LANSING, Mich. -- In 1998, the buyers of the only U.S. laboratory making the anthrax vaccine thought they had a can't-miss deal.
The aging state-owned lab in Michigan needed millions in renovations on top of the $24 million purchase price. But the Pentagon already had announced it would require all 2.4 million American military personnel to take a series of six shots of the vaccine, and turning the lab into a profitable enterprise seemed childishly easy.
Four years later, Lansing-based BioPort Corp. has yet to ship a single dose of the vaccine to the Pentagon.
Unable to pass inspections by the Food and Drug Administration, BioPort has intermittently produced the vaccine but has not been able to release it.
Now, the company appears to be on the verge of finally winning FDA approval to begin shipments, possibly as early as this month.
"It's clearly a very positive story for the company," said BioPort spokeswoman Kim Brennen Root.
A few more hoops
A laboratory in Washington state that puts the vaccine into vials still needs FDA approval, and the vaccine still must be tested for purity, potency and sterility before batches will be released by the FDA.
The vaccine was held up by contamination, inadequate record-keeping and unapproved procedures at the laboratory.
"I'm glad it took four years. That stuff needed to be done right," said Rep. Mike Rogers, R-Mich., whose district includes BioPort.
BioPort is under contract to the Pentagon to supply 4.6 million doses for $53.5 million.
Pressure to get the lab approved has grown since U.S. troops began heading overseas in the war on terrorism and since last fall's anthrax outbreak killed five people on the East Coast. Because of the standstill at Bioport, the Pentagon stockpile of the vaccine is dwindling.
Amid the anthrax scare and the war on terrorism, some have questioned whether the FDA is being pushed to overlook problems at BioPort.
"The FDA is under tremendous pressure to cave on this," Lingg Brewer, a former state lawmaker, said last fall.

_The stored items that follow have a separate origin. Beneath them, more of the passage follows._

// npm run bench:catalogue — the catalogue at market scale (run `npm run seed:scale` first). Starts the app's
// production server on the scale database and measures, one request at a time on this machine:
//  - search: a mix of designation, equivalent, word, filter, sort and next-page queries through GET /api/catalogue
//    (each distinct query several times, as popular searches are; the first run of each is reported apart);
//  - the server render of the lot page of a lot with 120 items;
//  - matching one newly listed lot against every want list (in this process, as the job does).
// The last line printed is one JSON object with the figures.
import { loadEnvConfig } from "@next/env";
loadEnvConfig(process.cwd());
import { execFileSync, spawn } from "node:child_process";
import { existsSync } from "node:fs";
import { performance } from "node:perf_hooks";
import pg from "pg";
import { scaleDatabaseUrl } from "./scale-db";

const PORT = Number(process.env.BENCH_PORT ?? 3310);
const BASE = `http://127.0.0.1:${PORT}`;
const ROUNDS = Number(process.env.BENCH_ROUNDS ?? 8);

const pct = (xs: number[], p: number) => {
  const s = [...xs].sort((a, b) => a - b);
  return s[Math.min(s.length - 1, Math.ceil(p * s.length) - 1)]!;
};
const round = (x: number) => Math.round(x * 10) / 10;

const QUERIES = [
  "q=6922",
  "q=el84",
  "q=ecc%2083",
  "q=12ax7a",
  "q=6sn7",
  "q=EL34",
  "q=5ar4",
  "q=pcl86",
  "q=12be6",
  "q=6v6gt",
  "q=kt88",
  "q=EF86",
  "q=6922&condition=new-old-stock",
  "q=12AX7&grade=strong&sort=newest",
  "q=EL84&noVacuumLoss=1&sets=pairs",
  "q=12AU7&status=sold",
  "q=estate",
  "q=attic%20cartons",
  "",
  "status=live&sort=closing",
  "status=upcoming",
  "status=sold&sort=newest",
  "family=6SN7GT&tested=yes",
  "estMaxCents=5000&sort=estimate",
  "condition=new-in-box&basis=construction-matched",
  "hazard=none&record=clean",
  "q=6DJ8&sort=estimate&estMinCents=10000",
];

async function get(path: string): Promise<{ ms: number; status: number; body: string }> {
  const t = performance.now();
  const res = await fetch(`${BASE}${path}`);
  const body = await res.text();
  return { ms: performance.now() - t, status: res.status, body };
}

async function main(): Promise<void> {
  const url = scaleDatabaseUrl();
  const c = new pg.Client({ connectionString: url });
  await c.connect().catch(() => {
    throw new Error(`no scale database at ${url}: run npm run seed:scale first`);
  });
  const counts = (
    await c.query(
      `SELECT (SELECT COUNT(*) FROM lots) AS lots, (SELECT COUNT(*) FROM lot_items) AS items, (SELECT COUNT(*) FROM want_lists) AS wants`,
    )
  ).rows[0] as { lots: string; items: string; wants: string };
  const big = (await c.query(`SELECT lot_id FROM lot_items GROUP BY lot_id HAVING COUNT(*) >= 120 LIMIT 1`)).rows[0] as
    { lot_id: string } | undefined;
  if (!existsSync(".next/BUILD_ID"))
    execFileSync("npx", ["next", "build"], { stdio: "inherit", env: { ...process.env, NODE_ENV: "production" } });

  const server = spawn(process.execPath, ["--import", "tsx", "server/index.ts"], {
    env: {
      ...process.env,
      NODE_ENV: "production",
      PORT: String(PORT),
      DATABASE_URL: url,
      NEXTAUTH_URL: BASE,
      DEMO_LIVE: "",
    },
    stdio: ["ignore", "ignore", "inherit"],
  });
  try {
    for (let k = 0; ; k++) {
      if (k > 240) throw new Error("the server did not start");
      if (
        await fetch(`${BASE}/api/health`).then(
          (r) => r.ok,
          () => false,
        )
      )
        break;
      await new Promise((r) => setTimeout(r, 500));
    }
    // Warm the server's code paths (first renders compile nothing, but caches and pools fill).
    for (const q of QUERIES.slice(0, 5)) await get(`/api/catalogue?${q}`);

    const first: number[] = [];
    const all: number[] = [];
    let pages = 0;
    for (let r = 0; r < ROUNDS; r++) {
      for (const q of QUERIES) {
        const res = await get(`/api/catalogue?${q}`);
        if (res.status !== 200) throw new Error(`search ${q} answered ${res.status}: ${res.body.slice(0, 200)}`);
        all.push(res.ms);
        if (r === 0) first.push(res.ms);
        const next = (JSON.parse(res.body) as { nextCursor: string | null }).nextCursor;
        if (next && r % 2 === 0) {
          // a next page, as a reader scrolls
          const more = await get(`/api/catalogue?${q}${q ? "&" : ""}cursor=${next}`);
          if (more.status !== 200) throw new Error(`next page of ${q} answered ${more.status}`);
          all.push(more.ms);
          pages++;
        }
      }
    }
    const lotPage: number[] = [];
    if (big) {
      await get(`/lots/${big.lot_id}`);
      for (let k = 0; k < 40; k++) {
        const res = await get(`/lots/${big.lot_id}`);
        if (res.status !== 200) throw new Error(`lot page answered ${res.status}`);
        lotPage.push(res.ms);
      }
    }

    // Want-list matching: new lots, each matched against every want list by the job's own function.
    process.env.DATABASE_URL = url;
    const { findWantListHits, matchLotToWantLists } = await import("../lib/services/want-list-matching");
    const matchMs: number[] = [];
    const recordMs: number[] = [];
    let hits = 0;
    for (let k = 0; k < 10; k++) {
      const lot = (
        await c.query(
          `INSERT INTO lots (id, consignor_id, title, state, estimate_low_cents, estimate_high_cents, reserve_cents, approved_at, created_at, updated_at)
          SELECT gen_random_uuid(), id, 'Bench lot ' || $1, 'approved', 5000, 9000, 5000, now(), now(), now() FROM users WHERE 'consignor' = ANY(roles) LIMIT 1 RETURNING id`,
          [k],
        )
      ).rows[0] as { id: string };
      await c.query(
        `INSERT INTO lot_items (id, lot_id, position, designation_typed, designation, designation_known, quantity, condition, created_at, updated_at)
          SELECT gen_random_uuid(), $1, g, d, d, true, 4, 'new-old-stock', now(), now() FROM unnest($2::text[]) WITH ORDINALITY AS t(d, g)`,
        [
          lot.id,
          [["12AX7", "6922", "EL84"], ["ECC88", "6SN7GT"], ["EL34", "5AR4", "12AU7"], ["6V6GT"], ["PCL86", "EF80"]][
            k % 5
          ],
        ],
      );
      const t = performance.now();
      hits += (await findWantListHits(lot.id)).length;
      matchMs.push(performance.now() - t);
      const t2 = performance.now();
      await matchLotToWantLists(lot.id); // the job: match again, record the hits, notices and the digest
      recordMs.push(performance.now() - t2);
    }
    await c.query(`DELETE FROM notices WHERE text LIKE 'Want list match:%Bench lot%'`);

    const figures = {
      lots: Number(counts.lots),
      items: Number(counts.items),
      wantLists: Number(counts.wants),
      searches: all.length,
      nextPages: pages,
      searchP50Ms: round(pct(all, 0.5)),
      searchP95Ms: round(pct(all, 0.95)),
      searchFirstRunP95Ms: round(pct(first, 0.95)),
      lotPageP95Ms: lotPage.length ? round(pct(lotPage, 0.95)) : null,
      lotPageItems: big ? 120 : null,
      wantListMatchMs: round(pct(matchMs, 0.5)),
      wantListMatchMaxMs: round(Math.max(...matchMs)),
      wantListHitsPerLot: round(hits / matchMs.length),
      wantListJobMs: round(pct(recordMs, 0.5)),
    };
    console.log(
      `search: ${all.length} requests (${QUERIES.length} distinct queries × ${ROUNDS}, ${pages} next pages); first run of each p95 ${figures.searchFirstRunP95Ms} ms`,
    );
    console.log(
      `lot page (120 items): p95 ${figures.lotPageP95Ms} ms over ${lotPage.length} renders; want-list match: median ${figures.wantListMatchMs} ms, max ${figures.wantListMatchMaxMs} ms, ${figures.wantListHitsPerLot} hits a lot; the whole job with notices and digests: median ${figures.wantListJobMs} ms`,
    );
    console.log(
      JSON.stringify({
        lots: figures.lots,
        items: figures.items,
        searchP50Ms: figures.searchP50Ms,
        searchP95Ms: figures.searchP95Ms,
        lotPageP95Ms: figures.lotPageP95Ms,
        wantListMatchMs: figures.wantListMatchMs,
        searchFirstRunP95Ms: figures.searchFirstRunP95Ms,
        wantListMatchMaxMs: figures.wantListMatchMaxMs,
        wantLists: figures.wantLists,
      }),
    );
  } finally {
    server.kill("SIGTERM");
    await c.end();
    const { db } = await import("../models");
    await db()
      .close()
      .catch(() => undefined);
  }
}

main().then(
  () => process.exit(0),
  (e) => {
    console.error(e);
    process.exit(1);
  },
);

Health and Human Services Secretary Tommy Thompson said in October that the FDA would give the laboratory close scrutiny and that science, not politics, would decide when it got the OK.

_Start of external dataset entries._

//! Reading a derive's method (`cuts`, `intervals`, `map`, `quantiles`, `expr`) from its raw
//! entry: exactly one method, with its options checked where they are written.

use super::*;

impl Reader<'_> {
    pub(super) fn method(
        &self,
        raw: &RawDerive,
        name: &str,
        closed: Closed,
    ) -> Result<(Method, Option<Place>), LoadError> {
        if let Some(cuts) = &raw.cuts {
            let values = cuts
                .get_ref()
                .iter()
                .map(|c| self.number(c, "a cut point"))
                .collect::<Result<Vec<_>, _>>()?;
            if values.is_empty() {
                return Err(self.error_at(cuts.span(), format!("`cuts` of `{name}` is empty")));
            }
            if let Some(i) = values.windows(2).position(|w| w[1] <= w[0]) {
                return Err(self
                    .error_at(
                        cuts.get_ref()[i + 1].span(),
                        format!(
                            "cut points must increase: {} comes after {}",
                            values[i + 1],
                            values[i]
                        ),
                    )
                    .with_help("list cut points from the smallest to the largest, each once"));
            }
            return Ok((
                Method::Cuts {
                    cuts: values,
                    closed,
                },
                self.place(cuts),
            ));
        }
        if let Some(list) = &raw.intervals {
            let mut rules = Vec::new();
            for i in list.get_ref() {
                rules.push(self.interval(i)?);
            }
            if rules.is_empty() {
                return Err(self.error_at(list.span(), format!("`intervals` of `{name}` is empty")));
            }
            return Ok((Method::Intervals(rules), self.place(list)));
        }
        if let Some(map) = &raw.map {
            let mut entries = Vec::new();
            for (key, value) in map.get_ref() {
                if let toml::Value::Table(_) = value.get_ref() {
                    return Err(self
                        .error_at(
                            key.span(),
                            format!("`{}` in `map` is a dotted key, not a code", key.get_ref()),
                        )
                        .with_help("quote keys with a decimal point: `\"1.5\" = 2`"));
                }
                entries.push(MapEntry {
                    key: key.get_ref().trim().to_string(),
                    code: self.code(value)?,
                    place: Some(Place::new(self.file, key.span().start..value.span().end)),
                });
            }
            // Keep the order of the file, not of the keys.
            entries.sort_by_key(|e| e.place.map_or(0, |p| p.offset));
            if entries.is_empty() {
                return Err(self.error_at(map.span(), format!("`map` of `{name}` is empty")));
            }
            return Ok((Method::Map(entries), self.place(map)));
        }
        if let Some(q) = &raw.quantiles {
            let bands = match usize::try_from(*q.get_ref()) {
                Ok(n) if (2..=100).contains(&n) => n,
                _ => {
                    return Err(self
                        .error_at(
                            q.span(),
                            "`quantiles` must be a number of bands from 2 to 100",
                        )
                        .with_help("`quantiles = 4` makes quartile bands"))
                }
            };
            let kind = match raw.quantile_type.as_ref().map(|t| (*t.get_ref(), t.span())) {
                None | Some((7, _)) => QuantileType::Seven,
                Some((6, _)) => QuantileType::Six,
                Some((1, _)) => QuantileType::One,
                Some((_, span)) => {
                    return Err(self
                        .error_at(
                            span,
                            "`quantile_type` must be 1, 6 or 7 (Hyndman & Fan 1996)",
                        )
                        .with_help("7 is the default of R and numpy; 6 is numpy's `weibull`; 1 is numpy's `inverted_cdf`"))
                }
            };
            let weighted = raw.weighted.as_ref().map(|w| *w.get_ref());
            if let (QuantileType::Six, Some(w)) = (kind, &raw.weight) {
                if weighted != Some(false) {
                    return Err(self
                        .error_at(
                            w.span(),
                            "type-6 quantiles have no weighted form in concord",
                        )
                        .with_help("set `weighted = false`, or choose a type with a weighted form: 7 (the default) or 1"));
                }
            }
            return Ok((
                Method::Quantiles {
                    bands,
                    kind,
                    weight: raw.weight.as_ref().map(|w| Named {
                        name: w.get_ref().clone(),
                        place: self.place(w),
                    }),
                    weighted,
                    closed,
                },
                self.place(q),
            ));
        }
        let expr = raw.expr.clone().expect("one method is given");
        let place = self.place(&expr);
        Ok((Method::Expr(self.condition(expr)), place))
    }

    pub(super) fn interval(&self, raw: &Spanned<RawInterval>) -> Result<IntervalRule, LoadError> {
        let i = raw.get_ref();
        let bound = |inclusive: &Option<Spanned<toml::Value>>,
                     exclusive: &Option<Spanned<toml::Value>>,
                     names: (&str, &str),
                     infinity: f64|
         -> Result<End, LoadError> {
            match (inclusive, exclusive) {
                (Some(a), Some(_)) => Err(self
                    .error_at(
                        a.span(),
                        format!("give `{}` or `{}`, not both", names.0, names.1),
                    )
                    .with_help(format!(
                        "`{}` is an inclusive bound, `{}` an exclusive one",
                        names.0, names.1
                    ))),
                (Some(a), None) => Ok(End::closed(self.number(a, names.0)?)),
                (None, Some(b)) => Ok(End::open(self.number(b, names.1)?)),
                (None, None) => Ok(End::open(infinity)),
            }
        };
        let lower = bound(&i.min, &i.above, ("min", "above"), f64::NEG_INFINITY)?;
        let upper = bound(&i.max, &i.below, ("max", "below"), f64::INFINITY)?;
        let interval = Interval::new(lower, upper);
        if lower.value.is_infinite() && upper.value.is_infinite() {
            return Err(self
                .error_at(raw.span(), "an interval needs a bound")
                .with_help("give `min` or `above`, `max` or `below`"));
        }
        if interval.is_empty() {
            return Err(self
                .error_at(
                    raw.span(),
                    format!("the interval {interval} holds no value"),
                )
                .with_help("the lower bound must lie below the upper bound"));
        }
        Ok(IntervalRule {
            interval,
            code: self.code(&i.code)?,
            place: self.place(raw),
        })
    }
}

"I can assure you nobody is pressuring FDA to approve this," he said.
Claims of illness
Even if the FDA gives BioPort the green light, more problems lie ahead.

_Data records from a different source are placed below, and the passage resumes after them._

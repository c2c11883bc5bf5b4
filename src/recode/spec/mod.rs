//! The recode file format: TOML with one `[[derive]]` entry per derived variable.
//!
//! As with the codebook, reading is two steps: serde reads raw structs that mirror the file
//! (unknown keys refused with a suggestion, spans kept), then they become the [`Derive`]
//! model. Problems of shape that leave the recode meaningless (no method, two methods, cuts
//! that do not increase) are [`LoadError`]s, so the command cannot run; problems that need
//! the codebook to see (an unknown source, a gap between bands) are found by
//! [`super::validate`]. The format is described in `docs/recodes.md`.

mod methods;

use std::collections::BTreeMap;
use std::path::Path;
use std::sync::Arc;

use serde::Deserialize;
use toml::Spanned;

use super::intervals::{End, Interval};
use super::quantile::QuantileType;
use crate::codebook::model::{
    Category, Code, ConditionText, Kind, MissingKind, Named, Place, SourceFile,
};
use crate::codebook::LoadError;
use crate::diagnostic::nearest;

/// A recode file, read.
#[derive(Debug)]
pub struct RecodeFile {
    /// The file's text; its index in the sources list is `file`.
    pub source: Arc<SourceFile>,
    pub file: usize,
    pub derives: Vec<Derive>,
}

#[derive(Debug, Clone, Copy, PartialEq, Eq)]
pub enum Closed {
    /// Bands (a, b]: the default.
    Right,
    /// Bands [a, b).
    Left,
}

#[derive(Debug, Clone)]
pub struct IntervalRule {
    pub interval: Interval,
    pub code: Code,
    pub place: Option<Place>,
}

#[derive(Debug, Clone)]
pub struct MapEntry {
    /// The key as written; read as a source code by validation.
    pub key: String,
    pub code: Code,
    pub place: Option<Place>,
}

/// One `missing` entry: map a source missing code (`from`), or give the output code of a
/// missing kind the recode itself produces (`kind` without `from`).
#[derive(Debug, Clone)]
pub struct MissingRule {
    pub from: Option<Code>,
    pub kind: Option<MissingKind>,
    pub code: Code,
    pub label: Option<String>,
    pub place: Option<Place>,
}

#[derive(Debug, Clone)]
pub enum Method {
    Cuts {
        cuts: Vec<f64>,
        closed: Closed,
    },
    Intervals(Vec<IntervalRule>),
    Map(Vec<MapEntry>),
    Quantiles {
        bands: usize,
        kind: QuantileType,
        weight: Option<Named>,
        weighted: Option<bool>,
        closed: Closed,
    },
    Expr(ConditionText),
}

impl Method {
    pub fn name(&self) -> &'static str {
        match self {
            Method::Cuts { .. } => "cuts",
            Method::Intervals(_) => "intervals",
            Method::Map(_) => "map",
            Method::Quantiles { .. } => "quantiles",
            Method::Expr(_) => "expr",
        }
    }

    pub fn is_banding(&self) -> bool {
        matches!(
            self,
            Method::Cuts { .. } | Method::Intervals(_) | Method::Quantiles { .. }
        )
    }
}

/// Bands of `cuts` (or of quantile cut points), in increasing order.
pub fn bands_of_cuts(cuts: &[f64], closed: Closed) -> Vec<Interval> {
    let mut edges = vec![f64::NEG_INFINITY];
    edges.extend_from_slice(cuts);
    edges.push(f64::INFINITY);
    edges
        .windows(2)
        .map(|w| {
            let (lo, hi) = (w[0], w[1]);
            let finite = |v: f64, closed: bool| End {
                value: v,
                closed: closed && v.is_finite(),
            };
            match closed {
                Closed::Right => Interval::new(finite(lo, false), finite(hi, true)),
                Closed::Left => Interval::new(finite(lo, true), finite(hi, false)),
            }
        })
        .collect()
}

#[derive(Debug, Clone)]
pub struct Derive {
    pub name: String,
    /// Where the name is written.
    pub place: Option<Place>,
    /// The whole `[[derive]]` entry.
    pub entry: Option<Place>,
    pub label: Option<String>,
    pub kind: Kind,
    pub from: Option<Named>,
    pub method: Method,
    /// Where the method's key (`cuts`, `map`, ...) value is written.
    pub method_place: Option<Place>,
    pub when: Option<ConditionText>,
    pub categories: Vec<Category>,
    pub missing: Vec<MissingRule>,
}

// ---- raw structs ----

#[derive(Deserialize)]
#[serde(deny_unknown_fields)]
struct RawRecodes {
    #[serde(default)]
    derive: Vec<Spanned<RawDerive>>,
}

#[derive(Deserialize)]
#[serde(rename_all = "kebab-case")]
enum RawKind {
    Categorical,
    Ordinal,
    Numeric,
}

#[derive(Deserialize)]
#[serde(rename_all = "kebab-case")]
enum RawClosed {
    Right,
    Left,
}

#[derive(Deserialize)]
#[serde(deny_unknown_fields)]
struct RawDerive {
    name: Spanned<String>,
    label: Option<String>,
    kind: Option<RawKind>,
    from: Option<Spanned<String>>,
    cuts: Option<Spanned<Vec<Spanned<toml::Value>>>>,
    closed: Option<Spanned<RawClosed>>,
    intervals: Option<Spanned<Vec<Spanned<RawInterval>>>>,
    map: Option<Spanned<BTreeMap<Spanned<String>, Spanned<toml::Value>>>>,
    quantiles: Option<Spanned<i64>>,
    quantile_type: Option<Spanned<i64>>,
    weight: Option<Spanned<String>>,
    weighted: Option<Spanned<bool>>,
    expr: Option<Spanned<String>>,
    when: Option<Spanned<String>>,
    categories: Option<Vec<Spanned<RawCategory>>>,
    missing: Option<Vec<Spanned<RawMissing>>>,
}

#[derive(Deserialize)]
#[serde(deny_unknown_fields)]
struct RawInterval {
    min: Option<Spanned<toml::Value>>,
    max: Option<Spanned<toml::Value>>,
    above: Option<Spanned<toml::Value>>,
    below: Option<Spanned<toml::Value>>,
    code: Spanned<toml::Value>,
}

#[derive(Deserialize)]
#[serde(deny_unknown_fields)]
struct RawCategory {
    code: Spanned<toml::Value>,
    label: String,
}

#[derive(Deserialize)]
#[serde(deny_unknown_fields)]
struct RawMissing {
    from: Option<Spanned<toml::Value>>,
    kind: Option<Spanned<String>>,
    code: Spanned<toml::Value>,
    label: Option<String>,
}

/// Read a recode file's text; `file` is the index its places will carry in the sources list.
pub fn parse(path: &Path, text: String, file: usize) -> Result<RecodeFile, LoadError> {
    if text.trim().is_empty() {
        return Err(
            LoadError::file("recode.empty", path, "the recode file is empty")
                .with_help("a recode file holds one or more [[derive]] entries"),
        );
    }
    let raw: RawRecodes = toml::from_str(&text).map_err(|e| {
        let mut err = crate::codebook::native::toml_error(path, &text, &e);
        err.code = "recode.syntax";
        if err.help.as_deref().is_some_and(|h| h.contains("README")) {
            err.help = Some("fix the TOML at this place; see docs/recodes.md".to_string());
        }
        err
    })?;
    let source = Arc::new(SourceFile {
        path: path.to_path_buf(),
        text,
    });
    if raw.derive.is_empty() {
        return Err(LoadError::file(
            "recode.empty",
            path,
            "the recode file has no [[derive]] entries",
        )
        .with_help("add `[[derive]]` tables with `name`, `from` and a method such as `cuts`"));
    }
    let reader = Reader {
        source: &source,
        file,
    };
    let derives = raw
        .derive
        .into_iter()
        .map(|d| reader.derive(d))
        .collect::<Result<Vec<_>, _>>()?;
    Ok(RecodeFile {
        source,
        file,
        derives,
    })
}

struct Reader<'a> {
    source: &'a Arc<SourceFile>,
    file: usize,
}

const METHODS: [&str; 5] = ["cuts", "intervals", "map", "quantiles", "expr"];

impl Reader<'_> {
    fn place<T>(&self, s: &Spanned<T>) -> Option<Place> {
        Some(Place::new(self.file, s.span()))
    }

    fn error_at(&self, span: std::ops::Range<usize>, message: impl Into<String>) -> LoadError {
        LoadError::at(
            "recode.invalid",
            &self.source.path,
            &self.source.text,
            span,
            message,
        )
    }

    fn number(&self, s: &Spanned<toml::Value>, what: &str) -> Result<f64, LoadError> {
        match s.get_ref() {
            toml::Value::Integer(i) => Ok(*i as f64),
            toml::Value::Float(f) if f.is_finite() => Ok(*f),
            other => Err(self.error_at(
                s.span(),
                format!("{what} must be a finite number, not {}", other.type_str()),
            )),
        }
    }

    fn code(&self, s: &Spanned<toml::Value>) -> Result<Code, LoadError> {
        crate::codebook::native::code_of(s.get_ref()).map_err(|message| {
            self.error_at(s.span(), message)
                .with_help("write `code = 1` or `code = \"A\"`")
        })
    }

    fn derive(&self, raw: Spanned<RawDerive>) -> Result<Derive, LoadError> {
        let entry = self.place(&raw);
        let span = raw.span();
        let raw = raw.into_inner();
        let name = raw.name.get_ref().clone();
        let given: Vec<&str> = [
            raw.cuts.is_some(),
            raw.intervals.is_some(),
            raw.map.is_some(),
            raw.quantiles.is_some(),
            raw.expr.is_some(),
        ]
        .iter()
        .zip(METHODS)
        .filter(|(g, _)| **g)
        .map(|(_, m)| m)
        .collect();
        let name_span = raw.name.span();
        match given.len() {
            0 => {
                return Err(self
                    .error_at(
                        name_span,
                        format!("`{name}` says neither how nor what to derive"),
                    )
                    .with_help("give one of `cuts`, `intervals`, `map`, `quantiles` or `expr`"))
            }
            1 => {}
            _ => {
                return Err(self
                    .error_at(
                        name_span,
                        format!(
                            "`{name}` gives {} methods ({}); a derived variable has one",
                            given.len(),
                            given.join(", ")
                        ),
                    )
                    .with_help("split it into two [[derive]] entries with different names"))
            }
        }
        let closed = match &raw.closed {
            Some(c) if raw.cuts.is_none() && raw.quantiles.is_none() => {
                return Err(self
                    .error_at(c.span(), "`closed` applies to `cuts` and `quantiles` only")
                    .with_help("interval bounds say themselves whether they are inclusive: `min`/`max` are, `above`/`below` are not"))
            }
            Some(c) => match c.get_ref() {
                RawClosed::Right => Closed::Right,
                RawClosed::Left => Closed::Left,
            },
            None => Closed::Right,
        };
        for (key, present) in [
            (
                "quantile_type",
                raw.quantile_type.as_ref().map(Spanned::span),
            ),
            ("weight", raw.weight.as_ref().map(Spanned::span)),
            ("weighted", raw.weighted.as_ref().map(Spanned::span)),
        ] {
            if let (Some(s), None) = (present, &raw.quantiles) {
                return Err(self.error_at(s, format!("`{key}` applies to `quantiles` only")));
            }
        }
        let (method, method_place) = self.method(&raw, &name, closed)?;
        match (&method, &raw.from) {
            (Method::Expr(_), Some(f)) => {
                return Err(self
                    .error_at(f.span(), "`from` and `expr` do not go together")
                    .with_help("an `expr` names its variables itself; remove `from`"))
            }
            (Method::Expr(_), None) => {}
            (m, None) => {
                return Err(self
                    .error_at(
                        span.start..span.start,
                        format!("`{name}` has `{}` but no `from`", m.name()),
                    )
                    .with_help("name the source variable: `from = \"age\"`"))
            }
            _ => {}
        }
        let kind = match raw.kind {
            Some(RawKind::Categorical) => Kind::Categorical,
            Some(RawKind::Ordinal) => Kind::Ordinal,
            Some(RawKind::Numeric) => Kind::Numeric,
            None => match method {
                Method::Map(_) => Kind::Categorical,
                Method::Expr(_) => Kind::Numeric,
                _ => Kind::Ordinal,
            },
        };
        let mut categories = Vec::new();
        for c in raw.categories.unwrap_or_default() {
            let place = self.place(&c);
            let c = c.into_inner();
            categories.push(Category {
                code: self.code(&c.code)?,
                label: c.label,
                frequency: None,
                place,
            });
        }
        let mut missing = Vec::new();
        for m in raw.missing.unwrap_or_default() {
            let place = self.place(&m);
            let span = m.span();
            let m = m.into_inner();
            let kind = match &m.kind {
                Some(k) => Some(self.missing_kind(k)?),
                None => None,
            };
            if m.from.is_none() && kind.is_none() {
                return Err(self
                    .error_at(span, "a `missing` entry needs `from` (a source missing code) or `kind`")
                    .with_help("`{ from = 97, code = 997 }` maps a source code; `{ kind = \"other\", code = -9 }` gives the code of a kind the recode produces"));
            }
            missing.push(MissingRule {
                from: m.from.as_ref().map(|f| self.code(f)).transpose()?,
                kind,
                code: self.code(&m.code)?,
                label: m.label,
                place,
            });
        }
        Ok(Derive {
            place: self.place(&raw.name),
            name,
            entry,
            label: raw.label,
            kind,
            from: raw.from.map(|f| Named {
                place: self.place(&f),
                name: f.into_inner(),
            }),
            method,
            method_place,
            when: raw.when.map(|w| self.condition(w)),
            categories,
            missing,
        })
    }

    fn missing_kind(&self, s: &Spanned<String>) -> Result<MissingKind, LoadError> {
        MissingKind::from_name(s.get_ref()).ok_or_else(|| {
            let names = MissingKind::ALL.map(MissingKind::name);
            let help = match nearest(s.get_ref(), names) {
                Some(n) => format!("did you mean `{n}`?"),
                None => format!("use one of {}", names.join(", ")),
            };
            self.error_at(s.span(), format!("unknown missing kind `{}`", s.get_ref()))
                .with_help(help)
        })
    }

    fn condition(&self, s: Spanned<String>) -> ConditionText {
        crate::codebook::native::condition_text(self.file, &self.source.text, s)
    }
}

Some military personnel say the vaccine they were given in the late 1990s made them ill, leading to congressional inquiries and lawsuits. Opponents to the vaccine have asked the FDA to declare all stockpiles adulterated and to revoke BioPort's license.
BioPort officials have said the vaccine is safe, and the Pentagon said severe side effects happen only about once per 200,000 doses.